[Stored items from a collection]
▽

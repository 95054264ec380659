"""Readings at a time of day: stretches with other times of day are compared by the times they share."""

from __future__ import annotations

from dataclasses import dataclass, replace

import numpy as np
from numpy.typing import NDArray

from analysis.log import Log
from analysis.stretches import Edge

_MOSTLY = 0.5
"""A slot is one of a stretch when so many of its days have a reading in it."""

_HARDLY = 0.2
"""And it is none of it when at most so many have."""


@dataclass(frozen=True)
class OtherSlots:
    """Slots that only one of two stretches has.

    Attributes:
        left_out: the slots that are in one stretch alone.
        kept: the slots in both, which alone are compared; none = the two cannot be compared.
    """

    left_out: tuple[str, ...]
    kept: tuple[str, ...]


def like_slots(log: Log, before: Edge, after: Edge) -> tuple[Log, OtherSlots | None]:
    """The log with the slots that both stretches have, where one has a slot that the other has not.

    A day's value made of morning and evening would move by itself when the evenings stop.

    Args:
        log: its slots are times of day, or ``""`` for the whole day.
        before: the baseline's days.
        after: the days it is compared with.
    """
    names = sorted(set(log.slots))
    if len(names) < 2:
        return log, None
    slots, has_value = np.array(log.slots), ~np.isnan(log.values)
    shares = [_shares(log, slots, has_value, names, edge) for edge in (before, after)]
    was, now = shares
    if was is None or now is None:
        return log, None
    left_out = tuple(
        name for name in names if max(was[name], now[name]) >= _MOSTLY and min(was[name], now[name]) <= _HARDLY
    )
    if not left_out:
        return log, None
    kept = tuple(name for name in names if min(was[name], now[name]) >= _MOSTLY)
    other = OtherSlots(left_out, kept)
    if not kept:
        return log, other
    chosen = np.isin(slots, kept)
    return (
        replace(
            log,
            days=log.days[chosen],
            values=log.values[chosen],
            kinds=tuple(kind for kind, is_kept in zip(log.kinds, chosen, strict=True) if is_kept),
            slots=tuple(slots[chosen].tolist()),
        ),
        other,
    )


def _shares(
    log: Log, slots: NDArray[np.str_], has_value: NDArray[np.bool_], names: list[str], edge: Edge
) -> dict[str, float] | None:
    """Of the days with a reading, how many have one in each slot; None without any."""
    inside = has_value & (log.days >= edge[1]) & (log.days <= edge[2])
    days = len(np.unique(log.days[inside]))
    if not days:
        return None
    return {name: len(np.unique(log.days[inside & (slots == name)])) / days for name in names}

△
▽

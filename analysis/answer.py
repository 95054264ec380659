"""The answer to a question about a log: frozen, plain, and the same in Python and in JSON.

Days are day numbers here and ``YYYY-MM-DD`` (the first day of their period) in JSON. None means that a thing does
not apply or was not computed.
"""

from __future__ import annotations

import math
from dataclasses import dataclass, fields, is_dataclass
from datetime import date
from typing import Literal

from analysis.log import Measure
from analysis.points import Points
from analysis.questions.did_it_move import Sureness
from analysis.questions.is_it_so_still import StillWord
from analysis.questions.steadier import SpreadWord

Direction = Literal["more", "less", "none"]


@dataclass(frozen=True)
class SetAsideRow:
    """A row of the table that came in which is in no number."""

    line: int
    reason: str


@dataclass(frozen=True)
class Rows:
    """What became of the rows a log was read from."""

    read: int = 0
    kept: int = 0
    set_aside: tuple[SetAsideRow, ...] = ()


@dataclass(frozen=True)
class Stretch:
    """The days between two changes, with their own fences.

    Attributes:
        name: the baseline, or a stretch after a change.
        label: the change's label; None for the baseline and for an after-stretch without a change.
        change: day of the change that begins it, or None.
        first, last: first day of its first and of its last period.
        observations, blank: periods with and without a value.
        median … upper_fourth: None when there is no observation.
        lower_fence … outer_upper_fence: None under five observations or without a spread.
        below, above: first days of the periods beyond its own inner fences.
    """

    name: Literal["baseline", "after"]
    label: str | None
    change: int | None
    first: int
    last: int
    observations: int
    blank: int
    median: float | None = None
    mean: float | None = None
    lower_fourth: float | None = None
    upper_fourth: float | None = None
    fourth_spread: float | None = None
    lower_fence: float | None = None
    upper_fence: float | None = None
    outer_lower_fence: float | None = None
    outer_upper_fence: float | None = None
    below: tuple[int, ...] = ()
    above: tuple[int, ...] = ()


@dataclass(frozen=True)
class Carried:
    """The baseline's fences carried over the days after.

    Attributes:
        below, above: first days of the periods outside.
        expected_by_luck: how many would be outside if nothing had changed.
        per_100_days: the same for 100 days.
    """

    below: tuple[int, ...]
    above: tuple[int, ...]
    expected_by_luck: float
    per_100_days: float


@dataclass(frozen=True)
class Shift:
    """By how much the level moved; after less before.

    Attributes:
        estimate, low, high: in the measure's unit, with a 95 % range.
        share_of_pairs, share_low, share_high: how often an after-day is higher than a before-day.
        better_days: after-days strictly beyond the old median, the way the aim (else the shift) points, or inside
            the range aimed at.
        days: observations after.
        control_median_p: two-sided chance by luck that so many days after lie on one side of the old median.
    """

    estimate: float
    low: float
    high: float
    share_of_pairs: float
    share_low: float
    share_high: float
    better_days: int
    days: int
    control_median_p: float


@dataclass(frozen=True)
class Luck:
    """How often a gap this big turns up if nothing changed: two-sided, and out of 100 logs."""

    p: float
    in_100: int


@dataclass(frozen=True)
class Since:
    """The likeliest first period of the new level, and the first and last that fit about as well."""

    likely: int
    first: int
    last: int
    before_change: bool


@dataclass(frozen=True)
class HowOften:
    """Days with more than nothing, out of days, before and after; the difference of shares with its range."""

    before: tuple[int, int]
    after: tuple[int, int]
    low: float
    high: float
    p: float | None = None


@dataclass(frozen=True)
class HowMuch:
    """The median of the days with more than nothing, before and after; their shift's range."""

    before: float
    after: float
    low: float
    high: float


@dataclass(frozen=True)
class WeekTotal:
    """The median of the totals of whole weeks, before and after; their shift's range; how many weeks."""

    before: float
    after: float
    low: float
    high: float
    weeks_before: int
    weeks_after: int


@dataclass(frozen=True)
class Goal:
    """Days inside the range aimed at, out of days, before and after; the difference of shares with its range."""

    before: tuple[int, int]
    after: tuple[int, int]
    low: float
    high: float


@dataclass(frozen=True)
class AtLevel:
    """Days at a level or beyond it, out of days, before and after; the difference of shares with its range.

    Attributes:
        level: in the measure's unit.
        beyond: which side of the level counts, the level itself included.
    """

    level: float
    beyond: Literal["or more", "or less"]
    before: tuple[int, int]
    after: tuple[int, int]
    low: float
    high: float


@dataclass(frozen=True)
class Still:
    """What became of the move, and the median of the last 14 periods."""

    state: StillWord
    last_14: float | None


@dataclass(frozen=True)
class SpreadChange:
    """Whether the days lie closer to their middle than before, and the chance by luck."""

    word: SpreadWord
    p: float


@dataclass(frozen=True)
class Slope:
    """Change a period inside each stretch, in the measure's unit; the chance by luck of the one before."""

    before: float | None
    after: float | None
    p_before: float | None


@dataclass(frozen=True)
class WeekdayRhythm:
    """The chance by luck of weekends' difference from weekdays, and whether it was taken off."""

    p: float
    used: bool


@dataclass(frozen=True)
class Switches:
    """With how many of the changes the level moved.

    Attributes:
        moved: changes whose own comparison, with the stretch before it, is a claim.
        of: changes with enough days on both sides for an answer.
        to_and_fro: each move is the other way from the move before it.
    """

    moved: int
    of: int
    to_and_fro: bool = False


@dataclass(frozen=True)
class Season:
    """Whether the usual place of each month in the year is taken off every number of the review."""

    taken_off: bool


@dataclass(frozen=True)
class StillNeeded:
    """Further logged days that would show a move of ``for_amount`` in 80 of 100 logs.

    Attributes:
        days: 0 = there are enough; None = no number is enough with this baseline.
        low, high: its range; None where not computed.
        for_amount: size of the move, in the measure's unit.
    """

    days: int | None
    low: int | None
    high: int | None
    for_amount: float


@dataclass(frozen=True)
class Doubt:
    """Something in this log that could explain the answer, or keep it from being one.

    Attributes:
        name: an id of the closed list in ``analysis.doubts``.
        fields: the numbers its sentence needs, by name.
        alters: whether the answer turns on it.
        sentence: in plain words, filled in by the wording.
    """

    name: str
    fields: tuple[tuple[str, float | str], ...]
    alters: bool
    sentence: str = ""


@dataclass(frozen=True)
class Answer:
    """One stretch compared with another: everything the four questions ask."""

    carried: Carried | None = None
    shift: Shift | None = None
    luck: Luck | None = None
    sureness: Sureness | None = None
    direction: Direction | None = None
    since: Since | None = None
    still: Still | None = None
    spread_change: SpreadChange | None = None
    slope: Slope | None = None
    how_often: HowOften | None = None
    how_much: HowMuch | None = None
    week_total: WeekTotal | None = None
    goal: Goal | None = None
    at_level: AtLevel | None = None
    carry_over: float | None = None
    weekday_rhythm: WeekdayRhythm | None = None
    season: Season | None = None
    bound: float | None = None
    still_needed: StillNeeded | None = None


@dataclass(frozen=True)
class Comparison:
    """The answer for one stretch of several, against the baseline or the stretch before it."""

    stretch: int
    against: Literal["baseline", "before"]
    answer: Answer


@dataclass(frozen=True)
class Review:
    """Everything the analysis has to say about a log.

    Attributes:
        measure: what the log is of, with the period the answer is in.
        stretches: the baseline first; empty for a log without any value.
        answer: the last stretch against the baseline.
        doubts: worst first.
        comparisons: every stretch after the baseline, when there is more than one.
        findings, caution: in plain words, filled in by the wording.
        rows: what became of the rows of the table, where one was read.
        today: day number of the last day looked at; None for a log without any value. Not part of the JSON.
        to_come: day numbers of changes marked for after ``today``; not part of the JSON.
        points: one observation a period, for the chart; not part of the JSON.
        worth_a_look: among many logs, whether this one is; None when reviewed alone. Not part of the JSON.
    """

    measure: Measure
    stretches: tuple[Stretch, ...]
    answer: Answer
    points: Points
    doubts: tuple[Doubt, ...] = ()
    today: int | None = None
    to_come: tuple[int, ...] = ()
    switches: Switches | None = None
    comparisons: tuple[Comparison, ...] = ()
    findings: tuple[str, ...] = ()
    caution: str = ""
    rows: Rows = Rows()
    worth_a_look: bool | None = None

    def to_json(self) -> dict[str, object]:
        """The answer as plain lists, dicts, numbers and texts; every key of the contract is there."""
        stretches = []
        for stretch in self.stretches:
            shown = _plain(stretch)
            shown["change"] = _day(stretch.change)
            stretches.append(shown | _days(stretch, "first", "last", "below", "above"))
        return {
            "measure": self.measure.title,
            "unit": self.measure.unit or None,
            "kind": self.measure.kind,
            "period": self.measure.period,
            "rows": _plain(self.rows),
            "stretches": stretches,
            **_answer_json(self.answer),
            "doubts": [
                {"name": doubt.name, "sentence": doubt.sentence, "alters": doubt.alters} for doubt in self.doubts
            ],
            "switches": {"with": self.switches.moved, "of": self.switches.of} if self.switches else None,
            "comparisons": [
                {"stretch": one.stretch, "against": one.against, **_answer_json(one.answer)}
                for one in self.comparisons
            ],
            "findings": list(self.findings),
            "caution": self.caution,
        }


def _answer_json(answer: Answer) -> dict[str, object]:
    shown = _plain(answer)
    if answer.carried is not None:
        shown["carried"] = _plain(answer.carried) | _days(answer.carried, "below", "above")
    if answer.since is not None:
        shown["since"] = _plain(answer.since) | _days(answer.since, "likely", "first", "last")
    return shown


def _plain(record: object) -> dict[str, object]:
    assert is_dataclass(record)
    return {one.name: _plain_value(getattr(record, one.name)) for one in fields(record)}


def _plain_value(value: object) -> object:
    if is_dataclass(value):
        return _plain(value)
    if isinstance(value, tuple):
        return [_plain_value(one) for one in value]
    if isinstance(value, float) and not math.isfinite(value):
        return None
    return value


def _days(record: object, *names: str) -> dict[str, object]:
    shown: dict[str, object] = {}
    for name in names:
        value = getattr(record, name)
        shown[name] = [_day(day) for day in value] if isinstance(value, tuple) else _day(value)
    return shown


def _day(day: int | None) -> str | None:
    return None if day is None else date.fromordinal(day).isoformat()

△
▽

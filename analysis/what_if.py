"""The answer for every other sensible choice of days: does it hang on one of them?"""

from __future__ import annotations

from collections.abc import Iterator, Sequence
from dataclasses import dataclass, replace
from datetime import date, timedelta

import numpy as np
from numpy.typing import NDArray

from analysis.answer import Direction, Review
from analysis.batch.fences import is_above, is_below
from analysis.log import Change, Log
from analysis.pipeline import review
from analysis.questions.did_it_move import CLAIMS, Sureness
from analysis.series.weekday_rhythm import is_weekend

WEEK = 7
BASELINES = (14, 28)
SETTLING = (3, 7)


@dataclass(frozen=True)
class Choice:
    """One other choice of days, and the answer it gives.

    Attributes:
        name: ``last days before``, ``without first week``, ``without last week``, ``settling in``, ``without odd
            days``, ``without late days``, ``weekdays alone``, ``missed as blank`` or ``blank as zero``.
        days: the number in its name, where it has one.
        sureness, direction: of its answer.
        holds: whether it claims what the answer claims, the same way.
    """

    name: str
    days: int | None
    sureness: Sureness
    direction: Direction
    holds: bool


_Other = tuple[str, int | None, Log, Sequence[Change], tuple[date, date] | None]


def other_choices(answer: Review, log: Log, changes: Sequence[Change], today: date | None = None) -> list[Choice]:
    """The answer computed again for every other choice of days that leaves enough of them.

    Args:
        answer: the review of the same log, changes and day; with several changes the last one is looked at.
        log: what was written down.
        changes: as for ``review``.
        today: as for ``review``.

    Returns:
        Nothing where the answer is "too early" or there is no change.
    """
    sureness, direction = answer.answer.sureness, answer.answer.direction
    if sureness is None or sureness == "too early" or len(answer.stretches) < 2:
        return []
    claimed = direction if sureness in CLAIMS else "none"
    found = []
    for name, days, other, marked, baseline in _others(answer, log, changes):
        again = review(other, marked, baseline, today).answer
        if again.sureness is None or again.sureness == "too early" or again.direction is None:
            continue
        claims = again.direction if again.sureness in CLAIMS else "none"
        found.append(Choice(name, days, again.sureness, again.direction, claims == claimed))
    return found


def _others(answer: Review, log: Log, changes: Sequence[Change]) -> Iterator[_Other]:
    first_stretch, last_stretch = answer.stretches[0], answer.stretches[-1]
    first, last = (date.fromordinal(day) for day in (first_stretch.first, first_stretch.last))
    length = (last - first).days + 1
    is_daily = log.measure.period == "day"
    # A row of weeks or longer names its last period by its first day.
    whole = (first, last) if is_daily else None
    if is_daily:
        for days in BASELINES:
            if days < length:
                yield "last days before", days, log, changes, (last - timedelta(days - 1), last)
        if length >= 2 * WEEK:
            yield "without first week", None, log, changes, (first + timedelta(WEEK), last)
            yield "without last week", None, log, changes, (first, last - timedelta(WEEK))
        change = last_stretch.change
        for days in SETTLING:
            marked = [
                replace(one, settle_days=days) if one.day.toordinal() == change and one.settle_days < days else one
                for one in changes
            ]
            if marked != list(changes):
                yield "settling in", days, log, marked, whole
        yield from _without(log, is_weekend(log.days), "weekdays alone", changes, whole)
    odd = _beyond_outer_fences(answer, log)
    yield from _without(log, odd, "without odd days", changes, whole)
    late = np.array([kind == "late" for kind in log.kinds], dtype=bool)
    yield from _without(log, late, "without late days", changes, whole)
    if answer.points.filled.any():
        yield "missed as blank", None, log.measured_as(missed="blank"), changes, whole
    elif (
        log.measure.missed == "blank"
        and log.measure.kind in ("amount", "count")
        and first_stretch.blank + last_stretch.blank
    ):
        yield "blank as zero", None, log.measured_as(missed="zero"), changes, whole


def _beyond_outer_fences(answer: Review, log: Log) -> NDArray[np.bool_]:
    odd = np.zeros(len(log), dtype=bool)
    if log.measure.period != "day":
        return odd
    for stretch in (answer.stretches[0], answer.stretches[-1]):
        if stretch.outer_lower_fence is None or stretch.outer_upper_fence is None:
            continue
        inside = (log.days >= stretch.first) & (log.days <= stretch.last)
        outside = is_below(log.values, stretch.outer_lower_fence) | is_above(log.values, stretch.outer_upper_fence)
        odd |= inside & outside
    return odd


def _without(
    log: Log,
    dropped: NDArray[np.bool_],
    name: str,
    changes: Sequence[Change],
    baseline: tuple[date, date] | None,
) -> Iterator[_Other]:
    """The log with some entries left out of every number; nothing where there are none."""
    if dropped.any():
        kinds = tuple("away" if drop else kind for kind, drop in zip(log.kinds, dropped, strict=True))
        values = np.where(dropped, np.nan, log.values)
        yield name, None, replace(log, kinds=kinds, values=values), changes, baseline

△

What the exercise asks:
Look above for the line with "observations, blank: periods"; retype exactly that line, every line after it up to the line with "lower_fence … outer_upper_fence: None", and that line too, nothing else.

Task result:
        observations, blank: periods with and without a value.
        median … upper_fourth: None when there is no observation.
        lower_fence … outer_upper_fence: None under five observations or without a spread.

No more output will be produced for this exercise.